A retirada de Lubia Vinhas do cargo foi publicada no Diário Oficial em portaria assinada pelo ministro Marcos Pontes (Ciência e Tecnologia).
A exoneração pouco menos de uma semana depois que o Inpe divulgou mais um número negativo sobre a devastação da Amazônia, apontando que em junho o bioma registrou o maior número de alertas de desmatamento desde 2015. Os dados ainda apontaram que o desmatamento na Amazônia brasileira aumentou pelo 14º mês consecutivo.

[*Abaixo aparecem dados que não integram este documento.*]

package observe

import (
	"cmp"
	"fmt"
	"iter"
	"slices"

	"github.com/paulmach/orb"
)

// Table holds the rows that can be used, in the order of the source, and the rows that were set aside. All slices but
// Aside have one entry a kept row.
type Table struct {
	Source   string         // the name the source was given, as in messages
	Line     []int32        // line of the source on which the row starts; the header of a CSV table stands on line 1
	Row      []int32        // number of the row below the header, or of the feature, from 1
	Columns  []Column       // what the request asked for, each column once, in the order of Request
	Geometry []orb.Geometry // where the row was observed, in easting and northing or longitude and latitude; nil with Request.NoPlaces

	XName, YName string   // the columns the coordinates came from; empty where rows have geometries
	GeometryName string   // the column the geometries came from, "geometry" for those of features; empty for coordinates
	Features     bool     // the geometries are those of features (GeoJSON)
	CRS          string   // what the source says its coordinates are in, such as "EPSG:32633"; empty where it says nothing
	Degrees      bool     // the coordinates are longitude and latitude in degrees
	Recognised   bool     // the coordinate columns were found by their names, not named by the user
	PassedOver   []string // recognised pairs that were present but not used, such as "x/y"

	Separator rune   // what stands between the columns, named or found; 0 for features
	Encoding  string // of the text: "UTF-8", "UTF-16 LE", "UTF-16 BE" or "Windows-1252"

	BelowLimit []BelowCount // columns with values below a detection limit that a rule took care of, in the order of the checks

	Rows  int     // rows in the source, kept or not
	Aside []Aside // rows left out, in the order of the source
}

// Column is one column of a Table. A column asked for as a number has Number, one asked for as text has Code and
// Level; a column asked for as both has all three.
type Column struct {
	Name   string
	Number []float64 // finite values
	Code   []int32   // index into Level; -1 where a column that is only kept (Request.Keep) has no value
	Level  []string  // distinct values of the kept rows, sorted by their bytes
}

// BelowCount says how many values of a column are below a detection limit, and what became of them.
type BelowCount struct {
	Column string
	Rows   int        // kept rows in which the rule stands for the value; with AsideLimit rows set aside for it
	Rule   BelowLimit // HalfLimit, AtLimit or AsideLimit
}

// Aside is a row that was left out.
type Aside struct {
	Line, Row int32  // as in Table
	Column    string // the column that decided
	Value     string // what stood there, cut short after 60 characters
	Code      string // one word for programs, such as "missing-response"
	Reason    string // the same in words, such as "response is missing"
}

// AsideCount says how many rows were set aside for one reason in one column.
type AsideCount struct {
	Code, Column, Reason string // as in Aside
	Rows                 int
}

// Len returns the number of kept rows.
func (t *Table) Len() int { return len(t.Row) }

// Column returns the column of that name, or nil where the request did not ask for one.
func (t *Table) Column(name string) *Column {
	for i := range t.Columns {
		if t.Columns[i].Name == name {
			return &t.Columns[i]
		}
	}
	return nil
}

// XY returns one place for each kept row, newly allocated: easting and northing, or longitude and latitude. It is a
// point itself, the mean of several, the middle of lines by their length, and the centroid of polygons; NaN for a row
// without a place.
func (t *Table) XY() (x, y []float64) {
	x, y = make([]float64, t.Len()), make([]float64, t.Len())
	for i, g := range t.Geometry {
		p := middle(g)
		x[i], y[i] = p[0], p[1]
	}
	return x, y
}

// CountAside returns how many rows were set aside for each reason and column: the most frequent first, ties by
// reason and then by column.
func (t *Table) CountAside() []AsideCount { return countAside(slices.Values(t.Aside)) }

func countAside(all iter.Seq[Aside]) []AsideCount {
	type key struct{ code, column, reason string }
	at := map[key]int{}
	var counts []AsideCount
	for a := range all {
		k := key{a.Code, a.Column, a.commonReason()}
		i, seen := at[k]
		if !seen {
			i = len(counts)
			at[k] = i
			counts = append(counts, AsideCount{Code: a.Code, Column: a.Column, Reason: k.reason})
		}
		counts[i].Rows++
	}
	slices.SortFunc(counts, func(a, b AsideCount) int {
		return cmp.Or(-cmp.Compare(a.Rows, b.Rows), cmp.Compare(a.Reason, b.Reason), cmp.Compare(a.Column, b.Column))
	})
	return counts
}

// commonReason is the reason without what is of this row alone.
func (a Aside) commonReason() string {
	if a.Code == faultGeometry {
		return reasonGeometry
	}
	return a.Reason
}

// sortLevels puts the levels of every text column in order and renumbers the codes to match.
func (t *Table) sortLevels() {
	for i := range t.Columns {
		c := &t.Columns[i]
		sorted := slices.Clone(c.Level)
		slices.Sort(sorted)
		to := make([]int32, len(sorted))
		for old, level := range c.Level {
			at, _ := slices.BinarySearch(sorted, level)
			to[old] = int32(at)
		}
		for r, code := range c.Code {
			if code >= 0 {
				c.Code[r] = to[code]
			}
		}
		c.Level = sorted
	}
}

// Append adds the kept rows of another table that was read with the same request, such as those of a neighbouring
// region. Levels are merged and sorted. Rows, Aside, BelowLimit and how the source is written stay those of t, and Line
// and Row of the added rows are those of the source of other. It is an error, and t stays as it is, if only one of the two
// is in degrees, or if their reference systems or columns differ. Append does not change other and shares nothing with it
// but geometries.
func (t *Table) Append(other *Table) error {
	if err := t.checkAlike(other); err != nil {
		return err
	}
	t.Line = append(t.Line, other.Line...)
	t.Row = append(t.Row, other.Row...)
	t.Geometry = append(t.Geometry, other.Geometry...)
	for i := range t.Columns {
		t.Columns[i].append(&other.Columns[i])
	}
	t.sortLevels()
	return nil
}

// checkAlike refuses a table whose rows mean something else than those of t.
func (t *Table) checkAlike(other *Table) error {
	refuse := func(format string, args ...any) error {
		return &Error{File: other.Source, What: "its rows cannot be added to those of " + t.Source + ": " + fmt.Sprintf(format, args...)}
	}
	if t.Degrees != other.Degrees {
		return refuse("the coordinates are in %s, those of the other table in %s", axesWord(other.Degrees), axesWord(t.Degrees))
	}
	if t.CRS != other.CRS {
		return refuse("the coordinates are in %s, those of the other table in %s", systemWord(other.CRS), systemWord(t.CRS))
	}
	if len(t.Columns) != len(other.Columns) {
		return refuse("%d columns were read, and %d of the other table", len(other.Columns), len(t.Columns))
	}
	for i, c := range t.Columns {
		o := other.Columns[i]
		if c.Name != o.Name {
			return refuse("column %d is %q, and %q in the other table", i+1, shorten(o.Name), shorten(c.Name))
		}
		if (c.Number == nil) != (o.Number == nil) || (c.Code == nil) != (o.Code == nil) {
			return refuse("column %q was read as numbers in one table and as text in the other", shorten(c.Name))
		}
	}
	return nil
}

func systemWord(code string) string {
	if code == "" {
		return "a system that is not named"
	}
	return shorten(code)
}

func axesWord(degrees bool) string {
	if degrees {
		return "degrees"
	}
	return "metres"
}

// append adds the values of another column; its levels that are new come last.
func (c *Column) append(other *Column) {
	c.Number = append(c.Number, other.Number...)
	known := make(map[string]int32, len(c.Level))
	for code, level := range c.Level {
		known[level] = int32(code)
	}
	to := make([]int32, len(other.Level))
	for code, level := range other.Level {
		if _, seen := known[level]; !seen {
			known[level] = int32(len(c.Level))
			c.Level = append(c.Level, level)
		}
		to[code] = known[level]
	}
	for _, code := range other.Code {
		if code >= 0 {
			code = to[code]
		}
		c.Code = append(c.Code, code)
	}
}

Quando considerados os seis primeiros meses de 2020, o desmatamento aumentou 25% em relação ao mesmo período do ano passado, para 3.069 km².
A alta do desmatamento ocorreu apesar da Operação Verde Brasil 2, lançada pelo governo federal em maio e que enviou militares para o combate ao desmatamento e focos de incêndio na Amazônia. Inicialmente programada para durar um mês, a operação foi prorrogada até 6 de novembro.
No início de julho, o Inpe já havia apontando que a região teve o mês de junho com maior número de queimadas em 13 anos. Foram registrados 2.248 focos de incêndio, o que representou um aumento de 19,6% em relação a junho de 2019.
Ainda nesta segunda-feira, após questionamento por parte de veículos de imprensa, o Inpe publicou em seu site uma longa nota em que afirma que a ex-coordenadora Vinhas foi remanejada para outro cargo. De acordo com a nota, ela passará a ser "chefe da Divisão de Projeto Estratégico". Segundo o Inpe, essa área "tratará da implementação da nova Base de Informações Georreferenciadas ("BIG") do INPE, uma demanda do Ministro Pontes".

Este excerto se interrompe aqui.